# Flash Attention 3

```{note}
Flash Attention 3 on Ascend is currently in beta. The `flash_attn_npu` package required for FA3 has been open-sourced on GitHub.
Please refer to the [flash-attention-npu repository](https://github.com/MinghuasLab/flash-attention-npu) for more details.
```

This document shows how to enable Flash Attention 3 (FA3) in vLLM-Ascend.
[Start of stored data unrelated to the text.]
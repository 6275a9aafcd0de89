package org.ladderkin.report;

import java.util.ArrayList;
import java.util.List;
import java.util.Locale;
import java.util.Set;

/**
 * The safety cautions every report and the desktop planner show. They are general reminders, not a risk assessment:
 * each defers to the institution's laser safety officer, local rules and licensed practice.
 */
public final class Cautions {

    /** Solvents whose vapour burns (flash point below room temperature or near it). */
    private static final Set<String> FLAMMABLE = Set.of("toluene", "hexane", "n-hexane", "heptane", "octane", "n-octane",
            "cyclohexane", "ethanol", "methanol", "acetone", "tetrahydrofuran", "thf");

    public static final String LASER = "Laser hazard: ultrafast pump-probe sources are Class 4 lasers. Direct and "
            + "scattered beams can cause permanent eye injury and skin burns and can ignite materials. Wear eyewear rated "
            + "for every wavelength in use (including harmonics and OPA outputs), enclose beam paths, and follow your "
            + "institution's laser safety officer and local rules; ladderkin's numbers do not replace that assessment.";

    public static final String HEAVY_METALS = "Toxic materials: cadmium and lead compounds (CdSe, CdS, CdTe, PbS, PbSe, "
            + "lead-halide perovskites) are toxic and some are carcinogenic. Handle nanocrystal solutions and films with "
            + "gloves in a fume hood, avoid aerosols and dust, and dispose of waste as hazardous following your "
            + "institution's chemical-safety rules and local law.";

    private Cautions() {
    }

    /** Whether a matrix (solvent) name is a flammable organic solvent. */
    public static boolean flammable(String matrix) {
        return FLAMMABLE.contains(matrix.toLowerCase(Locale.ROOT).strip());
    }

    /** Whether a material name contains cadmium or lead. */
    public static boolean heavyMetal(String material) {
        String m = material.toLowerCase(Locale.ROOT);
        return m.contains("cd") || m.contains("pb");
    }

    /** Caution about heating a flammable solvent with the pump, with the predicted steady-state rise. */
    public static String solventHeating(String matrix, double riseK, double boilingPointK) {
        return String.format(Locale.ROOT, "Flammable solvent: %s boils at %.0f °C and its vapour can ignite. The pump is "
                + "predicted to raise the sample temperature by %.2g K in the steady state; an absorbing spot can heat "
                + "locally beyond this estimate. Keep open flames and hot surfaces away, keep cells closed, and follow "
                + "your institution's fire-safety rules.", matrix, boilingPointK - 273.15, riseK);
    }

    /** Every caution that applies to a campaign. */
    public static List<String> forCampaign(String material, String matrix, double steadyRiseK, double boilingPointK) {
        List<String> out = new ArrayList<>();
        out.add(LASER);
        if (flammable(matrix)) {
            out.add(solventHeating(matrix, steadyRiseK, boilingPointK));
        }
        if (heavyMetal(material)) {
            out.add(HEAVY_METALS);
        }
        return List.copyOf(out);
    }
}
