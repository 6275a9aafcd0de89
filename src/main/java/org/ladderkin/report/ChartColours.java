package org.ladderkin.report;

import java.awt.Color;

/**
 * The chart colours. Both palettes keep every pair of their first twelve colours at least 15 CIELAB units apart
 * (ΔE*ab, CIE 1976) and stay between lightness 20 and 75, so each reads on the light report background and on the
 * planner's dark one.
 */
final class ChartColours {

    /** Twelve hues for unrelated quantities; a thirteenth series repeats the first. */
    private static final Color[] CATEGORICAL = {
        new Color(0x1f77b4), new Color(0xd62728), new Color(0x2ca02c), new Color(0x9467bd), new Color(0xff7f0e),
        new Color(0x17becf), new Color(0x8c564b), new Color(0xe377c2), new Color(0x7f7f7f), new Color(0xbcbd22),
        new Color(0x393b79), new Color(0x637939)};

    /**
     * Anchors of the ordered ramp, cool (low ⟨N⟩) to warm (high ⟨N⟩), interpolated in CIELAB so equal steps look
     * about equally different.
     */
    private static final Color[] RAMP = {
        new Color(0x3b1c8c), new Color(0x2166ac), new Color(0x1a9a8a), new Color(0x6aa534), new Color(0xe08214),
        new Color(0xb2182b)};

    private ChartColours() {
    }

    /** Colour {@code index} of {@code count} in {@code palette}. */
    static Color of(ChartSpec.Palette palette, int index, int count) {
        if (palette == ChartSpec.Palette.CATEGORICAL) {
            return CATEGORICAL[index % CATEGORICAL.length];
        }
        // one colour of an ordered family sits mid-ramp rather than at its dark end
        double t = count <= 1 ? 0.5 : (double) Math.min(index, count - 1) / (count - 1);
        double s = t * (RAMP.length - 1);
        int k = Math.min(RAMP.length - 2, (int) Math.floor(s));
        double u = s - k;
        double[] a = lab(RAMP[k]);
        double[] b = lab(RAMP[k + 1]);
        return fromLab(new double[] {a[0] + u * (b[0] - a[0]), a[1] + u * (b[1] - a[1]), a[2] + u * (b[2] - a[2])});
    }

    /** CIE 1976 colour difference ΔE*ab of two sRGB colours (D65 white). */
    static double distance(Color p, Color q) {
        double[] a = lab(p);
        double[] b = lab(q);
        return Math.sqrt((a[0] - b[0]) * (a[0] - b[0]) + (a[1] - b[1]) * (a[1] - b[1]) + (a[2] - b[2]) * (a[2] - b[2]));
    }

    /** CIELAB L*, a*, b* of an sRGB colour (IEC 61966-2-1 transfer curve, D65 white). */
    static double[] lab(Color c) {
        double r = linear(c.getRed() / 255.0);
        double g = linear(c.getGreen() / 255.0);
        double b = linear(c.getBlue() / 255.0);
        double x = (0.4124 * r + 0.3576 * g + 0.1805 * b) / 0.95047;
        double y = 0.2126 * r + 0.7152 * g + 0.0722 * b;
        double z = (0.0193 * r + 0.1192 * g + 0.9505 * b) / 1.08883;
        return new double[] {116 * f(y) - 16, 500 * (f(x) - f(y)), 200 * (f(y) - f(z))};
    }

    private static Color fromLab(double[] lab) {
        double fy = (lab[0] + 16) / 116;
        double x = fInverse(fy + lab[1] / 500) * 0.95047;
        double y = fInverse(fy);
        double z = fInverse(fy - lab[2] / 200) * 1.08883;
        return new Color(encoded(3.2406 * x - 1.5372 * y - 0.4986 * z), encoded(-0.9689 * x + 1.8758 * y + 0.0415 * z),
                encoded(0.0557 * x - 0.2040 * y + 1.0570 * z));
    }

    private static double linear(double v) {
        return v <= 0.04045 ? v / 12.92 : Math.pow((v + 0.055) / 1.055, 2.4);
    }

    private static int encoded(double v) {
        double e = v <= 0.0031308 ? 12.92 * v : 1.055 * Math.pow(v, 1 / 2.4) - 0.055;
        return (int) Math.round(Math.max(0, Math.min(1, e)) * 255);
    }

    private static final double EPSILON = 216.0 / 24389;
    private static final double KAPPA = 24389.0 / 27;

    private static double f(double t) {
        return t > EPSILON ? Math.cbrt(t) : (KAPPA * t + 16) / 116;
    }

    private static double fInverse(double t) {
        return t * t * t > EPSILON ? t * t * t : (116 * t - 16) / KAPPA;
    }
}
FA3 provides a training-inference consistent attention implementation for Ascend NPUs.

## Motivation

In RL training frameworks such as veRL, the attention computation during training uses Flash Attention. When vLLM-Ascend serves as the inference backend, the default Fused Infer Attention (FIA) implementation differs from the training-side Flash Attention, which can lead to training-inference inconsistency. To address this, vLLM-Ascend introduces the FA3 attention backend to maintain consistency with the training side.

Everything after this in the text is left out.